Of course, the details are much more complex than this explanation, but so far, the system is working. Indeed, the DAI stablecoin is the heart of the exploding DeFi category of dapps on Ethereum.

Newdex (EOS, TRON)

While the majority of token trading occurs on Ethereum, dapps such as Newdex are slowly bringing this activity to the EOS and TRON blockchains.

In terms of their functionality, such decentralized exchanges (dexes) simply provide the opportunity for buyers and selling to come together and make trades in a trustless environment.

But enabling such activity is vital for dapp developers on these blockchains to create their own tokens as such dexes provide the liquidity required for investors and speculators to enter and exit positions in a fast and transparent manner.

Uniswap (ETH)

Taking decentralized exchanges to the next level comes Uniswap.

Technically it’s a protocol for automatic token exchanges but it’s simpler to think of it as a website you can use to simply exchange popular ERC20 tokens (using a wallet like MetaMask) without dealing with the more sophisticated trading features such as setting prices or leveraged trading.

But, if you do want to get more complex, you can actually become part of a token’s liquidity pool by staking that token and some ETH, and getting a cut of Uniswap’s trading margin as a reward.

Basechain Staking (LOOM)

When it comes to delegated proof of stake blockchains such as EOS and TRON, staking your tokens to help secure the blockchain should be a key part of what the community does. One reason that’s not the case is because it’s too complex to understand and accomplish.

Loom Network makes this much easier however. LOOM is an ERC20 token so you’ll need an Ethereum wallet like MetaMask to stake, but the process is fairly straightforward.

You transfer your LOOM tokens from the Ethereum mainnet to Loom’s Basechain, and then you can select with validator node you want to stake with. You can set how long you want to stake for. The longer, the more LOOM rewards you get.

Crypto Sword & Magic (EOS)

There are plenty of good games on the EOS blockchain, but thanks to its original release as a Facebook game, Crypto Sword & Magic offers a strong gamer component. A role-playing game, you choose your hero and venture out to fight enemies, gaining the gear and runes that ensure you can level up.

Significantly, it’s a free-to-play game, so if you already have an EOS wallet (we recommend Scatter), you can play without paying, although there is an inbuilt exchange for buying and selling gear and materials if you want.

My Crypto Heroes (ETH)

Despite being the most popular blockchain game during most of 2019, My Crypto Heroes isn’t the easiest game to play.
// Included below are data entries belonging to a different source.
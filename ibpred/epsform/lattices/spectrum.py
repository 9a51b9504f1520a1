"""Exponents from the characteristic polynomial of a residue at numeric eps modulo a prime."""

from __future__ import annotations

from collections.abc import Iterator
from dataclasses import dataclass
from fractions import Fraction
from itertools import combinations
from math import prod

import flint

from ibpred.epsform.blocks import Exponent, linear
from ibpred.epsform.lattices.intertwine import modular_number
from ibpred.epsform.lattices.pencil import ModularPolynomial

LARGEST_INTEGER = 120
"""Integer shifts a are recognised up to this size (steps at finite points push integers to infinity)."""
LARGEST_FRACTION = 20
"""Fractional shifts a are recognised up to this size."""
LARGEST_SLOPE = 1000
"""Numerator and denominator of a slope b are recognised up to this size."""
LARGEST_COEFFICIENT = 100_000
"""The same for the coefficients of the polynomial of conjugate slopes."""
ROOT_ORDERS = (1, 2, 3, 4, 5, 6)
"""Denominators of a that are recognised."""

Slopes = frozenset[tuple[Fraction, ...]]
"""Polynomials of slopes, as in `Exponent`."""


@dataclass(frozen=True)
class Eigenvalue:
    """An exponent as an eigenvalue modulo the prime.

    Attributes
    ----------
    factor
        The monic polynomial over F_p whose roots are the values ``a + b eps``.
    """

    exponent: Exponent
    factor: ModularPolynomial
    multiplicity: int


def small_fraction(residue: int, prime: int, bound: int) -> Fraction | None:
    """The fraction with numerator and denominator up to a bound, if there is one."""
    above, rest, cofactor_above, cofactor = prime, residue % prime, 0, 1
    while rest > bound:
        quotient = above // rest
        above, rest = rest, above - quotient * rest
        cofactor_above, cofactor = cofactor, cofactor_above - quotient * cofactor
    if abs(cofactor) > bound:
        return None
    return Fraction(rest, cofactor)


def shifts() -> Iterator[Fraction]:
    """Candidates for a: integers first, then by denominator, small ones first."""
    for root in ROOT_ORDERS:
        largest = LARGEST_INTEGER if root == 1 else LARGEST_FRACTION
        for size in range(largest * root + 1):
            if Fraction(size, root).denominator == root:
                yield Fraction(size, root)
                if size:
                    yield Fraction(-size, root)


def spectrum(polynomial: ModularPolynomial, eps: int, slopes: Slopes | None) -> tuple[Eigenvalue, ...] | None:
    """Read the roots of a characteristic polynomial as ``a + b eps``.

    Parameters
    ----------
    polynomial
        Monic, over F_p.
    eps
        The numeric eps.
    slopes
        None where eps is random: then the only simple reading is the right one. At a given simple number
        many readings are possible, so the slopes must be known from another eps.

    Returns
    -------
    eigenvalues
        None if some root cannot be read.
    """
    prime = int(polynomial.modulus())
    found: list[Eigenvalue] = []
    open_factors: list[tuple[ModularPolynomial, int]] = []
    for factor, multiplicity in polynomial.factor()[1]:
        exponent = None
        if factor.degree() == 1:
            exponent = _single(-int(factor[0]) % prime, eps, prime, slopes)
        if exponent is None:
            open_factors.append((factor, int(multiplicity)))
        else:
            found.append(Eigenvalue(exponent, factor, int(multiplicity)))
    # conjugate slopes: sets of factors whose product, in terms of b, has rational coefficients
    while open_factors:
        group = _conjugate(open_factors, eps, prime, slopes)
        if group is None:
            return None
        found.append(group)
        open_factors = [(f, m) for f, m in open_factors if not divmod(group.factor, f)[1].is_zero()]
    return tuple(found)


def _single(value: int, eps: int, prime: int, slopes: Slopes | None) -> Exponent | None:
    if slopes is not None:
        for polynomial in slopes:
            if len(polynomial) == 2:
                rest = small_fraction(
                    value + modular_number(polynomial[0], prime) * eps, prime, 6 * LARGEST_INTEGER
                )
                if rest is not None and abs(rest) <= LARGEST_INTEGER and rest.denominator in ROOT_ORDERS:
                    return linear(rest, -polynomial[0])
        return None
    inverse = pow(eps, -1, prime)
    for a in shifts():
        b = small_fraction((value - modular_number(a, prime)) * inverse, prime, LARGEST_SLOPE)
        if b is not None:
            return linear(a, b)
    return None


def _conjugate(
    factors: list[tuple[ModularPolynomial, int]], eps: int, prime: int, slopes: Slopes | None
) -> Eigenvalue | None:
    """The smallest set of factors with one multiplicity that belongs to conjugate slopes."""
    for size in range(1, len(factors) + 1):
        for chosen in combinations(factors, size):
            if len({m for _, m in chosen}) > 1:
                continue
            product = prod(f for f, _ in chosen)
            exponent = _shared(product, eps, prime, slopes)
            if exponent is not None:
                return Eigenvalue(exponent, product, chosen[0][1])
    return None


def _shared(product: ModularPolynomial, eps: int, prime: int, slopes: Slopes | None) -> Exponent | None:
    """The exponent whose conjugates are the roots of a polynomial, if it is one."""
    degree = product.degree()
    # the sum of the roots tells a, since the sum of the slopes is rational
    trace = -int(product[degree - 1]) % prime
    known = (
        None if slopes is None else frozenset((s[-2], Fraction(1)) for s in slopes if len(s) == degree + 1)
    )
    total = _single(trace, eps, prime, known)
    if total is None:
        return None
    a = total.shift / degree
    image = product(flint.nmod_poly([modular_number(a, prime), eps], prime))
    scale = pow(eps, -degree, prime)
    coefficients = []
    for c in image.coeffs():
        number = small_fraction(int(c) * scale, prime, LARGEST_COEFFICIENT)
        if number is None:
            return None
        coefficients.append(number)
    if slopes is not None and tuple(coefficients) not in slopes:
        return None
    return Exponent(a, tuple(coefficients))
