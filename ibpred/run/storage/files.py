"""Family files from disk, and folders that appear whole or not at all."""

from __future__ import annotations

import os
import shutil
import tempfile
from collections.abc import Iterable, Mapping
from pathlib import Path

from ibpred.errors import InputError, UnwritableError
from ibpred.family.definition import FamilyDefinition
from ibpred.family.reading import read_family


def read_family_file(path: Path) -> FamilyDefinition:
    """The family of a file; its name is the file's stem.

    Raises
    ------
    InputError
        If the file cannot be read, or (a `FamilyFileError`) what is in it is wrong.
    """
    try:
        text = path.read_text(encoding="utf-8")
    except OSError as error:
        raise InputError(f"the family file {path} cannot be read: {error.strerror}") from error
    except UnicodeDecodeError as error:
        raise InputError(f"the family file {path} is no UTF-8 text: {error}") from error
    return read_family(text, str(path), path.stem)


def check_writable(folder: Path) -> None:
    """Make sure that `folder` can be made, before long work starts.

    Raises
    ------
    UnwritableError
        If it cannot.
    """
    try:
        folder.parent.mkdir(parents=True, exist_ok=True)
        with tempfile.NamedTemporaryFile(dir=folder.parent):
            pass
        if folder.exists() and not folder.is_dir():
            raise UnwritableError(f"{folder} is a file; choose another folder with --output DIR")
    except OSError as error:
        raise UnwritableError(
            f"{folder} cannot be written ({error.strerror}); choose another folder with --output DIR"
        ) from error


def write_file(path: Path, content: str | bytes) -> None:
    """Write a file (text as UTF-8); an old one is replaced as a whole.

    Raises
    ------
    UnwritableError
        If the file cannot be written; an old one then stays.
    """
    write_pieces(path, [content])


def write_pieces(path: Path, content: Iterable[str | bytes]) -> None:
    """The same for a file that is made piece by piece, as long tables are.

    Raises
    ------
    UnwritableError
        If the file cannot be written; an old one then stays.
    """
    try:
        path.parent.mkdir(parents=True, exist_ok=True)
        handle, fresh = tempfile.mkstemp(prefix=f".{path.name}-", dir=path.parent)
        try:
            with os.fdopen(handle, "wb") as stream:
                for piece in content:
                    stream.write(piece.encode() if isinstance(piece, str) else piece)
            os.chmod(fresh, 0o644)
            os.replace(fresh, path)
        except BaseException:
            os.unlink(fresh)
            raise
    except OSError as error:
        raise UnwritableError(f"{path} cannot be written ({error.strerror}); choose another file") from error


def write_folder(folder: Path, files: Mapping[str, str]) -> None:
    """Write text files into a new folder, then put it in the place of the old one.

    Files of an earlier run are replaced as a whole, so a folder never mixes two runs.

    Raises
    ------
    UnwritableError
        If the folder cannot be written; the old one then stays.
    """
    try:
        folder.parent.mkdir(parents=True, exist_ok=True)
        fresh = Path(tempfile.mkdtemp(prefix=f".{folder.name}-", dir=folder.parent))
        fresh.chmod(0o755)
        try:
            for name, text in files.items():
                (fresh / name).write_text(text, encoding="utf-8")
            old = fresh.with_name(fresh.name + "-old")
            if folder.exists():
                os.rename(folder, old)
            os.rename(fresh, folder)
            shutil.rmtree(old, ignore_errors=True)
        finally:
            shutil.rmtree(fresh, ignore_errors=True)
    except OSError as error:
        raise UnwritableError(
            f"{folder} cannot be written ({error.strerror}); choose another folder with --output DIR"
        ) from error
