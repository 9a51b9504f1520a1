"""All words at once near one base point: power series with rigorous tails.

Around a base point let ``t = base + h s`` and let the letters sit at s = beta. A word is written
``F_W(s) = sum_k R_W'(s) L^k / k!`` where W' is W without its last k letters, all of them at the base point,
and L is the integral of that single letter. The regularised parts R are analytic,

``dR_W/ds = R_tail/(s - beta_head) - [last letter at the base point] R_(W without last)/s``,

so one recurrence gives every contiguous part of a word, and Cauchy's estimate on a circle bounds the tails.
"""

from __future__ import annotations

from collections.abc import Iterable, Mapping, Sequence
from dataclasses import dataclass
from fractions import Fraction
from math import ceil, log2

import flint

from ibpred.balls.context import Ball, RealBall
from ibpred.errors import PrecisionError
from ibpred.iterated.words import Word

_CIRCLE = Fraction(63, 64)  # circle of the estimate, in units of the distance of the nearest letter


@dataclass(frozen=True)
class LocalWords:
    """Integrals of words from a base point, ready to be evaluated at ``|s| <= 1``.

    Attributes
    ----------
    base_letter
        The letter at the base point; -1 where there is none.
    series
        Taylor coefficients of R for each word (without the tail).
    tails
        Bounds of the tails at ``|s| <= 1``.
    """

    base_letter: int
    series: Mapping[Word, Sequence[Ball]]
    tails: Mapping[Word, RealBall]

    def matrix(self, word: Word, s: Ball, logarithm: Ball) -> Ball:
        """Upper unitriangular `flint.acb_mat`: entry (i, j) is the integral of ``word[i:j]`` up to s.

        Parameters
        ----------
        word
            All of its contiguous parts must be known.
        s
            Where, ``|s| <= 1``.
        logarithm
            L at s.
        """
        size = len(word) + 1
        powers = [flint.acb(1)]
        for k in range(1, size):
            powers.append(powers[-1] * logarithm / k)
        values: dict[Word, Ball] = {}
        result = flint.acb_mat(size, size)
        for i in range(size):
            for j in range(i, size):
                part = word[i:j]
                total = flint.acb(0)
                for k in range(len(part) + 1):
                    if k and part[len(part) - k] != self.base_letter:
                        break
                    shorter = part[: len(part) - k]
                    if shorter not in values:
                        values[shorter] = self._value(shorter, s)
                    total += values[shorter] * powers[k]
                result[i, j] = total
        return result

    def _value(self, word: Word, s: Ball) -> Ball:
        coefficients = self.series[word]
        total = flint.acb(0)
        if s == 1:
            for c in coefficients:
                total += c
        else:
            for c in reversed(coefficients):
                total = total * s + c
        tail = self.tails[word]
        if tail.is_zero():
            return total
        margin = flint.arb(0, tail.upper())
        return total + flint.acb(margin, margin)


def parts_of(words: Iterable[Word]) -> list[Word]:
    """All contiguous parts of the words, by length; the empty word first."""
    found = {word[i:j] for word in words for i in range(len(word) + 1) for j in range(i, len(word) + 1)}
    return sorted(found | {()}, key=lambda w: (len(w), w))


def local_words(parts: Sequence[Word], betas: Sequence[Ball | None], bits: int) -> LocalWords:
    """Expand words about a base point, at the current working precision.

    Parameters
    ----------
    parts
        Words closed under dropping the first or the last letter, shorter ones first.
    betas
        Position of each letter in s; None for the letter at the base point.
    bits
        Tails are at most about ``2^-bits``.

    Raises
    ------
    PrecisionError
        If a letter may lie within the unit disc.
    """
    used = {letter for word in parts for letter in word}
    base = next((i for i in used if betas[i] is None), -1)
    apart: dict[int, Ball] = {i: beta for i, beta in enumerate(betas) if beta is not None and i in used}
    distances = {i: beta.abs_lower() for i, beta in apart.items()}
    series: dict[Word, list[Ball]] = {}
    if not distances:
        tails = {word: flint.arb(0) for word in parts}
        # only the letter at the base point: nothing but logarithms
        for word in parts:
            series[word] = [] if word else [flint.acb(1)]
        return LocalWords(base, series, tails)
    radius = min(distances.values()) * flint.arb(_CIRCLE.numerator) / _CIRCLE.denominator
    if not radius > 1:
        raise PrecisionError(
            "a letter is too close to a base point to tell them apart at the working precision; "
            "raise the working precision"
        )
    bounds = _bounds(parts, base, distances, radius)
    largest = max((b for w, b in bounds.items() if w), key=lambda b: float(b.log()), default=flint.arb(1))
    gain = max(float(radius.log()) / 0.6931471805599453, 1e-3)
    length = ceil(max(bits + float((largest + 1).log()) * 1.4427 - log2(min(gain, 1.0)), 4.0) / gain) + 2
    # sum over n >= length of B r^-n
    geometric = radius ** (-length) / (1 - 1 / radius)
    tails = {word: (bounds[word] * geometric if word else flint.arb(0)) for word in parts}
    inverses = {i: 1 / beta for i, beta in apart.items()}
    reciprocals = [flint.arb(0), *(flint.arb(1) / n for n in range(1, length))]
    for word in parts:
        series[word] = _integrated(word, base, series, inverses, reciprocals)
    return LocalWords(base, series, tails)


def _bounds(
    parts: Sequence[Word], base: int, distances: Mapping[int, RealBall], radius: RealBall
) -> dict[Word, RealBall]:
    """Bounds of |R| on the disc ``|s| <= radius``: |R(s)| <= |s| max |R'|, the maximum on the circle."""
    bounds: dict[Word, RealBall] = {}
    for word in parts:
        if not word:
            bounds[word] = flint.arb(1)
            continue
        if all(letter == base for letter in word):
            bounds[word] = flint.arb(0)
            continue
        slope = bounds[word[1:]]
        if word[0] != base:
            slope = slope * radius / (distances[word[0]] - radius)
        if word[-1] == base:
            slope = slope + bounds[word[:-1]]
        bounds[word] = slope.upper()
    return bounds


def _integrated(
    word: Word,
    base: int,
    series: Mapping[Word, Sequence[Ball]],
    inverses: Mapping[int, Ball],
    reciprocals: Sequence[RealBall],
) -> list[Ball]:
    """Taylor coefficients of R for one word from those of its shorter parts."""
    length = len(reciprocals)
    zero = flint.acb(0)
    if not word:
        return [flint.acb(1)]
    if all(letter == base for letter in word):
        return []
    tail = series[word[1:]]
    last = series[word[:-1]] if word[-1] == base else ()
    found = [zero] * length
    if word[0] == base:
        for n in range(1, length):
            value = tail[n] if n < len(tail) else zero
            if n < len(last):
                value = value - last[n]
            found[n] = value * reciprocals[n]
        return found
    inverse = inverses[word[0]]
    running = zero
    short, few = len(tail), len(last)
    for n in range(1, length):
        # q = f/(s - beta): q_m = (q_(m-1) - f_m)/beta
        running = (running - tail[n - 1] if n <= short else running) * inverse
        found[n] = (running - last[n] if n < few else running) * reciprocals[n]
    return found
That’s partly because it’s developed out of Japan and most of its players are Japanese. That makes it great if you’re into Japanese RPGs but harder for the rest of us.

The good news is developer Double.Jump has been working hard in recent months to make the game more international. It also has a guest account, which you can use to experience the game without any payment, crypto or a wallet.

However, if you want to play the My Crypto Heroes seriously – owning high powered characters, collecting gear, and levelling them up as fast as possible – you’ll want to spend 0.1 ETH a month to access the Prime VIP system.

The better news is that the game also has one of the best and most active ecosystems in terms of the value of its hero NFTs, which regularly sell for thousands of dollars.